» Input
■ ■ ■ ■ ■ ■ ■
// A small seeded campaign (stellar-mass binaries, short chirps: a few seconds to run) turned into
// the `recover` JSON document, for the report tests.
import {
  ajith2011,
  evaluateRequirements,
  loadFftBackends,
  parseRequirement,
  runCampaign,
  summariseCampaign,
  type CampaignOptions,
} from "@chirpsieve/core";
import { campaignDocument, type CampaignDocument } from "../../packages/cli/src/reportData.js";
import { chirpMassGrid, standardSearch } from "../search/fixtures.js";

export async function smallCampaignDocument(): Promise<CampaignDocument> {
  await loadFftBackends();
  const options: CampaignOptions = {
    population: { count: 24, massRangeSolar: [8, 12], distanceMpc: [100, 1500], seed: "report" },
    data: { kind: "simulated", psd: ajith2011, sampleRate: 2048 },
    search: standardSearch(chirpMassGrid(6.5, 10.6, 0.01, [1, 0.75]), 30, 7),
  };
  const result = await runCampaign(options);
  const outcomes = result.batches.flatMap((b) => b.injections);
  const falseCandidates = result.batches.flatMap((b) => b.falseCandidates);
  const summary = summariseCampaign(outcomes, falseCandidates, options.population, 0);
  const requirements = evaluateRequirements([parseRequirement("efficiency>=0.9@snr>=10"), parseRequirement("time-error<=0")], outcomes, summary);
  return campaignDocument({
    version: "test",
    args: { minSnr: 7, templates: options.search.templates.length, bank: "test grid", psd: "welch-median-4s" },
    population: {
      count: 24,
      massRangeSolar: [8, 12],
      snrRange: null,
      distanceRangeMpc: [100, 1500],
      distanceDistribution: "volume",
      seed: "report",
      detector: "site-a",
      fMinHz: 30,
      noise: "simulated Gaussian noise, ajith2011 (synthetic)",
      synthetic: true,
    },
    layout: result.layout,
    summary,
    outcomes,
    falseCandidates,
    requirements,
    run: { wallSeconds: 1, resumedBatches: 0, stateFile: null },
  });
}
■ ■ ■ ■ ■ ■ ■
» Required action
Lines from the one containing "falseCandidates, options.population, 0);" through the last line of the records, both included, are the only ones to print, each exactly as it is.

» Response for this exercise
  const summary = summariseCampaign(outcomes, falseCandidates, options.population, 0);
  const requirements = evaluateRequirements([parseRequirement("efficiency>=0.9@snr>=10"), parseRequirement("time-error<=0")], outcomes, summary);
  return campaignDocument({
    version: "test",
    args: { minSnr: 7, templates: options.search.templates.length, bank: "test grid", psd: "welch-median-4s" },
    population: {
      count: 24,
      massRangeSolar: [8, 12],
      snrRange: null,
      distanceRangeMpc: [100, 1500],
      distanceDistribution: "volume",
      seed: "report",
      detector: "site-a",
      fMinHz: 30,
      noise: "simulated Gaussian noise, ajith2011 (synthetic)",
      synthetic: true,
    },
    layout: result.layout,
    summary,
    outcomes,
    falseCandidates,
    requirements,
    run: { wallSeconds: 1, resumedBatches: 0, stateFile: null },
  });
}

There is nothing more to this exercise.